I really wish that, if $\pi:(M,\mathrm{g})\twoheadrightarrow(N,\mathrm{h})$ is a Riemannian covering, then $\mathfrak{i}(N,\mathrm{h})\leq\mathfrak{i}(M,\mathrm{g})$, where $\mathfrak{i}(M,\mathrm{g})$ denotes the Lie algebra of the isometry group of $(M,\mathrm{g})$. I concocted a "proof," but I don't believe it is correct. Could someone give this a sanity check?
Proof: Consider the mapping $$\pi_*^{-1}:\mathfrak{i}(N,\mathrm{h})\to\Gamma(TM),~X\mapsto(p\mapsto\pi^{-1}_*(X_{\pi(p)})\cap T_pM).$$
Already, I'm not sure that this is kosher. This looks too disgusting to be right, but I'm almost positive that this map is well-defined.

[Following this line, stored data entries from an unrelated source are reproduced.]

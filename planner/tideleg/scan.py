"""Running sums along steps without a loop over steps: numpy alone.

Both recurrences are associative, so a block of steps is cut into short rows; all rows advance together, position by
position, and the rows are joined by the same routine. Arrays run along the last axis; leading axes broadcast.
"""

from __future__ import annotations

import numpy as np

from tideleg.waveform import FloatArray

_ROW = 32
"""Length of a row: the loop runs over the positions in a row, for all rows at once."""

Map = tuple[FloatArray, FloatArray, FloatArray]
"""x -> min(max(x + shift, lower), upper), as (shift, lower, upper)."""


class LinearScan:
    """y_k = decay_k y_(k-1) + drive_k along the last axis, with the decays prepared once.

    Parameters
    ----------
    decay : (..., S), between 0 and 1 [-]
    """

    def __init__(self, decay: FloatArray) -> None:
        self.steps = decay.shape[-1]
        self.rows = -(-self.steps // _ROW)
        rows = _in_rows(decay, self.rows, 1.0)
        # Positions first: the loop then reads and writes whole contiguous arrays.
        self._decay = np.ascontiguousarray(np.moveaxis(rows, -1, 0))
        self._gain = np.multiply.accumulate(self._decay, axis=0)
        self._joint = LinearScan(self._gain[-1]) if self.rows > 1 else None

    def run(self, drive: FloatArray, initial: FloatArray) -> FloatArray:
        """Return y (..., S) for drives (..., S) and y before the first step (..., 1)."""
        rows = np.moveaxis(_in_rows(drive, self.rows, 0.0), -1, 0)
        lead = np.broadcast_shapes(self._decay.shape[1:-1], rows.shape[1:-1], initial.shape[:-1])
        out = np.empty((_ROW, *lead, self.rows))
        value: FloatArray = np.zeros((*lead, self.rows))
        for position in range(_ROW):
            value = self._decay[position] * value + rows[position]
            out[position] = value
        if self._joint is None:
            begins = np.broadcast_to(initial, (*lead, 1))
        else:
            ends = self._joint.run(out[-1], initial)
            begins = np.concatenate([np.broadcast_to(initial, (*lead, 1)), ends[..., :-1]], axis=-1)
        missing = (1,) * (len(lead) - (self._gain.ndim - 2))
        out += self._gain.reshape(_ROW, *missing, *self._gain.shape[1:]) * begins
        return np.moveaxis(out, 0, -1).reshape(*lead, self.rows * _ROW)[..., : self.steps]


def linear_scan(decay: FloatArray, drive: FloatArray, initial: FloatArray) -> FloatArray:
    """Return y with y_k = decay_k y_(k-1) + drive_k along the last axis.

    Parameters
    ----------
    decay : (..., S), between 0 and 1 [-]
    drive : (..., S)
    initial : (..., 1), y before the first step

    Examples
    --------
    >>> linear_scan(np.array([0.5, 0.5]), np.array([1.0, 1.0]), np.array([4.0])).tolist()
    [3.0, 2.5]
    """
    return LinearScan(decay).run(drive, initial)


def clipped_sum(start: FloatArray, change: FloatArray, low: float, high: float) -> FloatArray:
    """Return s with s_k = clip(s_(k-1) + change_k, low, high) along the last axis.

    Parameters
    ----------
    start : (..., 1), s before the first step, within the walls
    change : (..., S)
    low, high : the walls

    Notes
    -----
    The map x -> min(max(x + d, l), u) keeps its form when two are chained, so the maps of a block chain like sums. A
    block that meets no wall is a plain sum and is not chained.

    Examples
    --------
    >>> clipped_sum(np.array([0.5]), np.array([0.4, 0.4, -0.3]), 0.0, 1.0).tolist()
    [0.9, 1.0, 0.7]
    """
    plain = start + np.cumsum(change, axis=-1)
    if np.all((plain >= low) & (plain <= high)):
        return plain
    change = np.broadcast_to(change, plain.shape)
    shift, lower, upper = _chained((change, np.full(plain.shape, low), np.full(plain.shape, high)))
    return np.minimum(np.maximum(start + shift, lower), upper)


def _chained(maps: Map) -> Map:
    """Return the maps chained from the first step up to each step."""
    lead, steps = maps[0].shape[:-1], maps[0].shape[-1]
    rows = -(-steps // _ROW)
    rests = (0.0, -np.inf, np.inf)
    shift, lower, upper = (_in_rows(m, rows, rest).copy() for m, rest in zip(maps, rests, strict=True))
    for k in range(1, _ROW):
        before = (shift[..., k - 1], lower[..., k - 1], upper[..., k - 1])
        chained = _then(before, (shift[..., k], lower[..., k], upper[..., k]))
        shift[..., k], lower[..., k], upper[..., k] = chained
    if rows > 1:
        joined = _chained((shift[..., -1], lower[..., -1], upper[..., -1]))
        first = [np.full((*lead, 1), rest) for rest in rests]
        begin = tuple(np.concatenate([f, j[..., :-1]], axis=-1)[..., None] for f, j in zip(first, joined, strict=True))
        shift, lower, upper = _then((begin[0], begin[1], begin[2]), (shift, lower, upper))
    flat = tuple(m.reshape(*lead, rows * _ROW)[..., :steps] for m in (shift, lower, upper))
    return flat[0], flat[1], flat[2]


def _then(first: Map, second: Map) -> Map:
    """Return the map that applies `first` and then `second`."""
    shift, lower, upper = second
    return (
        first[0] + shift,
        np.minimum(np.maximum(first[1] + shift, lower), upper),
        np.minimum(np.maximum(first[2] + shift, lower), upper),
    )


def _in_rows(values: FloatArray, rows: int, filling: float) -> FloatArray:
    """Return (..., S) as (..., rows, _ROW), the end of the last row filled."""
    missing = rows * _ROW - values.shape[-1]
    if missing:
        tail = np.full((*values.shape[:-1], missing), filling)
        values = np.concatenate([values, tail], axis=-1)
    return values.reshape(*values.shape[:-1], rows, _ROW)
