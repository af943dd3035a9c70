"""Saying where a stage cannot operate, before anyone reads numbers that mean nothing."""

from __future__ import annotations

import numpy as np

from tideleg.battery import Battery
from tideleg.choices import chosen
from tideleg.contract import Point, Rest
from tideleg.errors import InfeasibleError, InputError
from tideleg.march import Demand, Settled
from tideleg.stage import Stage


def refuse_infeasible_rest(stage: Stage, battery: Battery, demand: Demand, mission: str) -> None:
    """Refuse a mission whose link and resting battery voltages leave no way to operate.

    Raises
    ------
    InfeasibleError
        With the first instant, both voltages and the topology's reason.
    """
    shape = (1, len(demand.power))
    soc = np.full(shape, battery.start_soc)
    voltage, _ = battery.source(soc, np.ones(shape, dtype=bool), demand.battery_degc)
    zero = np.zeros(shape)
    link = np.broadcast_to(demand.link_voltage, shape)
    every = np.ones(shape, dtype=bool)
    rest = Rest(demand.duration, voltage, link, zero, every, lambda _: zero)
    point = Point(voltage, link, zero, zero, every, chosen(stage, rest, None).code)
    reason = np.broadcast_to(stage.operate(point).reason, shape)
    _refuse(stage, reason, point, demand, 0, mission)


def refuse_impossible_power(battery: Battery, demand: Demand, mission: str) -> None:
    """Refuse a request that the battery could give at no state of charge: most likely a slip of the unit.

    Raises
    ------
    InputError
        With the first instant, the power asked, and the greatest that E²/(4 R) ever allows.
    """
    ohms = battery.discharge_resistance
    if np.any(ohms <= 0.0):
        return
    greatest = float(np.max(battery.open_circuit_voltage**2 / (4.0 * ohms)))
    over = demand.allowed > greatest
    if np.any(over):
        step = int(np.argmax(over))
        time = float(demand.duration[:step].sum())
        raise InputError(
            f"mission {mission!r}, {time:g} s: {demand.power[step]:.4g} W is asked, more than the battery could give at"
            f" any state of charge (E²/4R = {greatest:.4g} W). Check the unit of the profile (W, kW, MW) and the"
            " battery's resistance"
        )


def refuse_infeasible_steps(stage: Stage, demand: Demand, blocks: list[Settled], mission: str) -> None:
    """Refuse a mission in which the stage could not operate at some step; raises as `refuse_infeasible_rest`."""
    begin = 0
    for block in blocks:
        reason = np.broadcast_to(block.checked.operation.reason, block.losses.total.shape)
        _refuse(stage, reason, block.point, demand, begin, mission)
        begin += block.losses.total.shape[-1]


def _refuse(stage: Stage, reason: object, point: Point, demand: Demand, begin: int, mission: str) -> None:
    codes = np.asarray(reason)
    if not np.any(codes):
        return
    step = int(np.argmax(np.any(codes > 0, axis=0)))
    row = int(np.argmax(codes[:, step]))
    battery = float(point.battery_voltage[row, step])
    link = float(point.link_voltage[row, step])
    time = float(demand.duration[: begin + step].sum())
    raise InfeasibleError(
        f"mission {mission!r}, {time:g} s: topology {stage.topology.name!r} cannot operate:"
        f" {stage.topology.reasons[int(codes[row, step]) - 1]} (battery {battery:.4g} V, link {link:.4g} V)."
        " Change the link or battery voltage, or choose a topology for this range; `tideleg reach PLAN` draws where it"
        " can operate"
    )
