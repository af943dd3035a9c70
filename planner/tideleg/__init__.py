"""tideleg plans, sizes and defends bidirectional DC-DC stages over whole missions.

The names below are the public face: what a plan runner, a notebook or a stranger's plugin may import. The main jobs
(`load_plan`, `plan_from_mapping`, `run`, `size`, `compare`, `read_profile`, `passport`) are loaded when first asked
for, so that importing tideleg stays quick and loads no plugin, no pandas and no matplotlib.
"""

from __future__ import annotations

from importlib import import_module
from typing import TYPE_CHECKING, Any

from tideleg import quantity
from tideleg.contract import (
    BOUNDARY,
    CONDUCTION,
    CONTINUOUS,
    DISCONTINUOUS,
    IDLE,
    Choice,
    Chooser,
    CooledPart,
    CoolingModel,
    Exchange,
    Flow,
    Line,
    LossModel,
    LossTerm,
    Need,
    Operation,
    PartKind,
    Point,
    Position,
    Rest,
    Slot,
    Starter,
    Timing,
    Topology,
    Winding,
    hookimpl,
)
from tideleg.errors import InputError, NoEquilibriumError, PlanError, PluginError, ProfileError, TidelegError
from tideleg.network import Mass, Network, Path, Seat
from tideleg.points import PointReader, PointsFile, PointTable
from tideleg.source import MadeProfile, ProfileSource
from tideleg.stress import Consumption, Cycles, LifeModel, LifeTerm, Stress, WornKind
from tideleg.waveform import FloatArray, Segment, Values, Waveform

if TYPE_CHECKING:
    from tideleg.decide.compare import compare
    from tideleg.decide.derating import derate
    from tideleg.decide.size import size
    from tideleg.mission import passport, read_profile
    from tideleg.outcome import Outcome
    from tideleg.plan import Plan, load_plan, plan_from_mapping
    from tideleg.reaching import reach
    from tideleg.report import write_results
    from tideleg.running import run

_ON_DEMAND = {
    "Outcome": "tideleg.outcome",
    "Plan": "tideleg.plan",
    "compare": "tideleg.decide.compare",
    "derate": "tideleg.decide.derating",
    "load_plan": "tideleg.plan",
    "passport": "tideleg.mission",
    "plan_from_mapping": "tideleg.plan",
    "reach": "tideleg.reaching",
    "read_profile": "tideleg.mission",
    "run": "tideleg.running",
    "size": "tideleg.decide.size",
    "write_results": "tideleg.report",
}
"""Public names that are loaded when first asked for -> where they live."""


def __getattr__(name: str) -> Any:
    """Load a main job when it is first asked for."""
    if name not in _ON_DEMAND:
        raise AttributeError(f"module 'tideleg' has no attribute {name!r}")
    return getattr(import_module(_ON_DEMAND[name]), name)


__all__ = [
    "BOUNDARY",
    "CONDUCTION",
    "CONTINUOUS",
    "DISCONTINUOUS",
    "IDLE",
    "Choice",
    "Chooser",
    "Consumption",
    "CooledPart",
    "CoolingModel",
    "Cycles",
    "Exchange",
    "FloatArray",
    "Flow",
    "InputError",
    "LifeModel",
    "LifeTerm",
    "Line",
    "LossModel",
    "LossTerm",
    "MadeProfile",
    "Mass",
    "Need",
    "Network",
    "NoEquilibriumError",
    "Operation",
    "Outcome",
    "PartKind",
    "Path",
    "Plan",
    "PlanError",
    "PluginError",
    "Point",
    "PointReader",
    "PointTable",
    "PointsFile",
    "Position",
    "ProfileError",
    "ProfileSource",
    "Rest",
    "Seat",
    "Segment",
    "Slot",
    "Starter",
    "Stress",
    "TidelegError",
    "Timing",
    "Topology",
    "Values",
    "Waveform",
    "Winding",
    "WornKind",
    "compare",
    "derate",
    "hookimpl",
    "load_plan",
    "passport",
    "plan_from_mapping",
    "quantity",
    "reach",
    "read_profile",
    "run",
    "size",
    "write_results",
]

__version__ = "0.1.0"
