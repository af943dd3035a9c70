"""The description of a thermal network: what a cooling plugin states and `heat` solves.

Heat of one part enters through its seat. A seat may carry a Foster chain (a curve fit from junction to base, whose
inner nodes are no real places); the heat of all `copies` equal parts arrives at the base at once, as a Foster fit
demands. Bases are masses, or boundaries whose temperature is given.
"""

from __future__ import annotations

from typing import NamedTuple


class Mass(NamedTuple):
    """A place with one temperature.

    name : unique among masses and boundaries
    heat_capacity : [J/K]; zero makes it a joint that follows at once
    """

    name: str
    heat_capacity: float


class Path(NamedTuple):
    """A way for heat between two places, each a mass or a boundary.

    one, other : names of the places
    resistance : [K/W], above zero
    """

    one: str
    other: str
    resistance: float


class Seat(NamedTuple):
    """Where the heat of one part goes in, and the chain above that place.

    part : name of the part, as in the stage's slots
    base : mass or boundary that the chain stands on
    cells : Foster cells (resistance [K/W], time constant [s]); empty: the part is as warm as its base
    copies : how many equal parts stand on the base; the base receives `copies` times the loss of one
    """

    part: str
    base: str
    cells: tuple[tuple[float, float], ...] = ()
    copies: int = 1


class Network(NamedTuple):
    """A whole thermal network.

    boundaries : names of the places whose temperature is given at each step ("coolant", "ambient")
    masses, paths, seats : see their classes; every mass must reach a boundary through paths
    """

    boundaries: tuple[str, ...]
    masses: tuple[Mass, ...]
    paths: tuple[Path, ...]
    seats: tuple[Seat, ...]
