"""Where a topology can operate, and where the mission asks it to: known before any loss is.

The mission's points are those of the request alone: the battery gives the wanted power without losses, its terminal
voltage and the link voltage are what the topology is asked at. Around them a map of the same topology over power and
voltage ratio, at the mission's median link voltage, shows how far the points lie from what it cannot do.
"""

from __future__ import annotations

from collections.abc import Mapping
from pathlib import Path
from typing import Any, NamedTuple

import numpy as np
from numpy.typing import NDArray

from tideleg.battery import Battery, answer, at_rest, nodes_of, path_of, resting_path
from tideleg.choices import chosen
from tideleg.contract import Point, Rest
from tideleg.demand import battery_of, demand_of, profile_of
from tideleg.march import Demand
from tideleg.plan import Plan, load_plan
from tideleg.registry import Registry
from tideleg.stage import Stage, build_stage
from tideleg.waveform import FloatArray

GRID = 160
"""Points of the map along each axis."""

ROOM = 0.25
"""How far the map reaches beyond the mission's points, as a share of their span [-]."""


class Map(NamedTuple):
    """A topology over battery power and voltage ratio.

    power_w : (G,) battery power, positive = discharge
    ratio : (H,) battery over link voltage
    reason, caution : (H, G) codes of the topology, 0 where there is none
    link_voltage_v : at which it was drawn
    """

    power_w: FloatArray
    ratio: FloatArray
    reason: NDArray[np.int8]
    caution: NDArray[np.int8]
    link_voltage_v: float


class Reach(NamedTuple):
    """Where one mission asks a topology to operate.

    mission, topology : names
    power_w, ratio, reason, caution : (S,) battery power, voltage ratio and the topology's codes at each step
    reasons, cautions : words of the codes, counted from 1
    share_of_time : of each reason and caution that occurs, by its words; "operates" for the rest [-]
    first_s : first instant of each reason and caution that occurs [s]
    around : the map around these points
    """

    mission: str
    topology: str
    power_w: FloatArray
    ratio: FloatArray
    reason: NDArray[np.int8]
    caution: NDArray[np.int8]
    reasons: tuple[str, ...]
    cautions: tuple[str, ...]
    share_of_time: Mapping[str, float]
    first_s: Mapping[str, float]
    around: Map

    @property
    def whole(self) -> bool:
        """Whether the topology can operate at every step."""
        return not np.any(self.reason)


def reach(plan: Plan | str | Path, *, registry: Registry | None = None) -> tuple[Reach, ...]:
    """Return where every mission of a plan asks its topology to operate.

    Raises
    ------
    InputError
        If the plan or a profile cannot be used.
    """
    plan = plan if isinstance(plan, Plan) else load_plan(plan)
    stage = build_stage(plan, registry)
    found = []
    for index, table in enumerate(plan.mission):
        profile = profile_of(plan, table, registry)
        found.append(reach_of(stage, battery_of(plan, table), demand_of(plan, index, profile, stage), profile.name))
    return tuple(found)


def reach_of(stage: Stage, battery: Battery, demand: Demand, mission: str) -> Reach:
    """Return where one demand asks a stage to operate."""
    rested = at_rest(battery)
    shape = (1, len(demand.power))
    wanted = np.broadcast_to(demand.allowed, shape)
    path = resting_path(rested, shape[-1], nodes_of(battery, demand.allowed, demand.duration))
    for _ in range(2):  # the first answer finds the state of charge, the second the voltage there
        given = answer(battery, wanted, demand.duration, rested, path, demand.battery_degc)
        path = path_of(given, path)
    link = np.broadcast_to(demand.link_voltage, shape)
    active = np.broadcast_to(~((demand.power == 0.0) & stage.idles_off), shape)
    rest = Rest(demand.duration, given.source_voltage, link, given.current, active, _no_loss(shape))
    point = Point(given.voltage, link, given.current, np.zeros(shape), active, chosen(stage, rest, None).code)
    reason, caution = (codes[0] for codes in _codes(stage, point))
    ratio = (given.voltage / link)[0]
    reasons, cautions = stage.topology.reasons, tuple(getattr(stage.topology, "cautions", ()))
    shares, first = _told(reason, caution, reasons, cautions, demand.duration)
    return Reach(
        mission,
        stage.topology.name,
        given.power[0],
        ratio,
        reason,
        caution,
        reasons,
        cautions,
        shares,
        first,
        _map(stage, given.power[0], ratio, float(np.median(link))),
    )


def _no_loss(shape: tuple[int, ...]) -> Any:
    """Return a loss that is not known yet: none, whatever is chosen."""
    return lambda code: np.zeros(shape) * code


def _codes(stage: Stage, point: Point) -> tuple[NDArray[np.int8], NDArray[np.int8]]:
    """Return reason and caution at each point; a caution only where the topology can operate."""
    operation = stage.operate(point)
    shape = point.battery_current.shape
    reason = np.broadcast_to(np.asarray(operation.reason, dtype=np.int8), shape)
    caution = np.broadcast_to(np.asarray(operation.caution, dtype=np.int8), shape)
    return reason, np.where(reason > 0, np.int8(0), caution)


def _told(
    reason: NDArray[np.int8],
    caution: NDArray[np.int8],
    reasons: tuple[str, ...],
    cautions: tuple[str, ...],
    duration: FloatArray,
) -> tuple[dict[str, float], dict[str, float]]:
    """Return the share of time and the first instant of everything that occurs."""
    whole = float(duration.sum())
    shares = {"operates": float(duration[reason == 0].sum()) / whole}
    first = {}
    begins = np.cumsum(duration) - duration
    for codes, words in ((reason, reasons), (caution, cautions)):
        for code, word in enumerate(words, 1):
            here = codes == code
            if np.any(here):
                shares[word] = float(duration[here].sum()) / whole
                first[word] = float(begins[int(np.argmax(here))])
    return shares, first


def _map(stage: Stage, power: FloatArray, ratio: FloatArray, link_voltage: float) -> Map:
    """Return the topology's codes on a grid around the mission's points; each grid point is a candidate of its own."""
    across = _around(power, least=float("-inf"))
    up = _around(ratio, least=1e-3)
    x, y = np.meshgrid(across, up)
    battery = y.reshape(-1, 1) * link_voltage
    current = x.reshape(-1, 1) / battery
    link = np.full_like(battery, link_voltage)
    active = np.ones(battery.shape, dtype=bool)
    rest = Rest(np.ones(1), battery, link, current, active, _no_loss(battery.shape))
    point = Point(battery, link, current, np.zeros_like(battery), active, chosen(stage, rest, None).code)
    reason, caution = _codes(stage, point)
    return Map(across, up, reason.reshape(x.shape), caution.reshape(x.shape), link_voltage)


def _around(values: FloatArray, least: float) -> FloatArray:
    """Return a grid that covers the values, zero power or ratio one if near, and some room."""
    low, high = float(values.min()), float(values.max())
    span = max(high - low, 0.05 * max(abs(low), abs(high)), 1e-3)
    return np.linspace(max(low - ROOM * span, least), high + ROOM * span, GRID)
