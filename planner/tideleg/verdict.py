"""The words of page one: the verdict in one sentence, and what a reader must be warned of."""

from __future__ import annotations

from collections.abc import Iterable, Mapping

import numpy as np

from tideleg.battery import Battery
from tideleg.dew import HIGHEST_DEGC, LOWEST_DEGC, dew_point
from tideleg.limits import LimitCheck
from tideleg.march import Demand, Settled
from tideleg.outcome import MissionResult, ThermalEntry
from tideleg.plan import Plan
from tideleg.stage import Stage


def verdict_sentence(checks: tuple[LimitCheck, ...], unchecked: tuple[str, ...]) -> str:
    """Return whether the stage does the mission, what binds, where and with what margin."""
    broken = [check for check in checks if not check.holds]
    if broken:
        first = broken[0]
        more = f" and {len(broken) - 1} more" if len(broken) > 1 else ""
        return f"does not hold: {describe(first)}{more} of {len(checks)} limits"
    if unchecked:
        return f"not proven: {len(unchecked)} of the stated limits could not be checked for lack of data"
    return f"holds all {len(checks)} limits; the tightest is {describe(checks[0])}"


def describe(check: LimitCheck) -> str:
    """Return one limit in words: what, where, found against allowed, margin, instant."""
    where = "" if check.part in ("mission", "stage") else f" of {check.part.replace('_', ' ')}"
    when = "" if check.time_s is None else f" at {check.time_s:.6g} s of {check.mission}"
    found, allowed, margin = (quantity_text(v, check.unit) for v in (check.value, check.limit, abs(check.margin)))
    distance = f"{margin} left" if check.holds else f"{margin} too far"
    return f"{check.name}{where}: {found} against {allowed} ({distance}){when}"


def quantity_text(value: float, unit: str) -> str:
    """Return a value with its unit as page one prints it; shares as percent."""
    return f"{100.0 * value:.3g} %" if unit == "share" else f"{value:.4g} {unit}"


CHARGE_SHARE = 0.01
"""Energy left in or taken from the battery, over its throughput, beyond which a reader is warned [-]."""


def _charge_warnings(results: Iterable[MissionResult]) -> list[str]:
    """Return one sentence for each mission that ends with another charge than it began with."""
    found = []
    for result in results:
        begin, end = result.battery.start_soc, result.battery.end_soc
        if begin is None or end is None or result.energy.throughput_j <= 0.0:
            continue
        kept = result.battery.stored_change_j / result.energy.throughput_j
        if abs(kept) > CHARGE_SHARE:
            found.append(
                f"{result.name}: the state of charge moves from {100.0 * begin:.1f} to {100.0 * end:.1f} %, which is"
                f" {100.0 * abs(kept):.3g} % of the throughput: the mission does not repeat as it is, and efficiencies"
                " hold for this pass only"
            )
    return found


def warnings_of(
    stage: Stage,
    battery: Battery,
    demands: Iterable[tuple[str, Demand]],
    thermal: tuple[ThermalEntry, ...],
    results: Iterable[MissionResult] = (),
) -> tuple[str, ...]:
    """Return what a reader must know before trusting the numbers."""
    found = [
        f"{entry.part.replace('_', ' ')}: the loop gain at rest reaches {entry.loop_gain:.2f}; held at that operating"
        " point the part would find no steady temperature"
        for entry in thermal
        if entry.loop_gain >= 1.0
    ]
    if not battery.tracks_charge:
        found.append("the battery has no capacity given: it is an ideal source and its state of charge is not modelled")
    found += _charge_warnings(results)
    if stage.modes is not None:
        shortest = float(np.min(stage.modes.time_constants, initial=np.inf))
        for name, demand in demands:
            longest = float(demand.duration.max())
            if longest > shortest:
                found.append(
                    f"{name}: steps of up to {longest:g} s are longer than the shortest thermal time constant"
                    f" ({shortest:.2g} s); temperature peaks inside a step are not seen"
                )
    return tuple(found)


def dew_warnings(plan: Plan, demands: Mapping[str, Demand], stage: Stage) -> tuple[str, ...]:
    """Return one sentence for each mission whose coolant is at times colder than the dew point of the air around it.

    The plate is nowhere colder than the coolant at its inlet; where that stays above the dew point nothing is said.

    Raises
    ------
    PlanError
        If a humidity is given without what it needs, or for air at which the form for the dew point does not hold.
    """
    found = []
    for index, (mission, (name, demand)) in enumerate(zip(plan.mission, demands.items(), strict=True)):
        if mission.humidity is None:
            continue
        key = f"mission.{index}.humidity"
        if mission.ambient is None or stage.modes is None or "coolant" not in stage.modes.boundaries:
            what = "the dew point needs ambient, the temperature of the air, and parts that a coolant cools"
            raise plan.fault(key, what)
        if not LOWEST_DEGC <= mission.ambient <= HIGHEST_DEGC:
            known = f"{LOWEST_DEGC:g} to {HIGHEST_DEGC:g} degC"
            raise plan.fault(key, f"air of {mission.ambient:g} degC: the dew point is known from {known}")
        dew = float(dew_point(mission.ambient, mission.humidity))
        coolant = demand.boundary[stage.modes.boundaries.index("coolant")]
        below = coolant < dew
        if np.any(below):
            share = float(demand.duration[below].sum() / demand.duration.sum())
            found.append(
                f"{name}: the coolant is below the dew point of {dew:.1f} degC for {quantity_text(share, 'share')} of"
                f" the time (coldest {float(coolant.min()):.4g} degC): water may condense on the plate"
            )
    return tuple(found)


def cautions_of(stage: Stage, missions: Iterable[tuple[str, Demand, list[Settled]]]) -> tuple[str, ...]:
    """Return one sentence for each caution that the topology states in a mission: how long it holds, and since when."""
    words: tuple[str, ...] = getattr(stage.topology, "cautions", ())
    found = []
    for name, demand, blocks in missions if words else ():
        codes = [np.broadcast_to(b.checked.operation.caution, b.losses.total.shape)[0] for b in blocks]
        code = np.concatenate(codes)
        for index, word in enumerate(words):
            held = code == index + 1
            if np.any(held):
                share = float(demand.duration[held].sum() / demand.duration.sum())
                first = float(demand.duration[: int(np.argmax(held))].sum())
                found.append(f"{name}: {word} ({quantity_text(share, 'share')} of the time, first at {first:g} s)")
    return tuple(found)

Suppose $U\subseteq M$ is open and that $\pi(U)$ is diffeomorphic to $U$. Then, on $U$, $$\mathcal{L}_{\pi_*^{-1}X}\mathrm{g}=\mathcal{L}_{\pi_*^{-1}X}\pi^*\mathrm{h}=\frac{d}{dt}|_0\exp(t\pi_*^{-1}(X))^*\pi^*\mathrm{h}=\frac{d}{dt}|_0(\pi|_U^{-1}\circ\exp(tX)\circ\pi)^*\pi^*\mathrm{h}\\=\frac{d}{dt}|_0(\exp(tX)\circ\pi)^*\mathrm{h}=0.$$
Thus, $\pi_*^{-1}(\mathfrak{i}(N,\mathrm{h}))\subseteq\mathfrak{i}(M,\mathrm{g})$.
This, too, makes me uncomfortable. The above demonstrates that $\pi_*^{-1}$ takes Killing vectors from $N$ to Killing vectors in $M$. The next part proves it is a monomorphism of Lie algebras.
If $\pi_*^{-1}(X)=\pi_*^{-1}(Y)$, then we have $X_{\pi(p)}=Y_{\pi(p)}$ for all $p\in M$. Since $\pi$ is a surjection, it follows that $X=Y$.
This seems right to me. The fact that $\pi_*^{-1}$ is a Lie algebra homomorphism is simply an exercise in computation.
Can anyone help me see a flaw in my proof?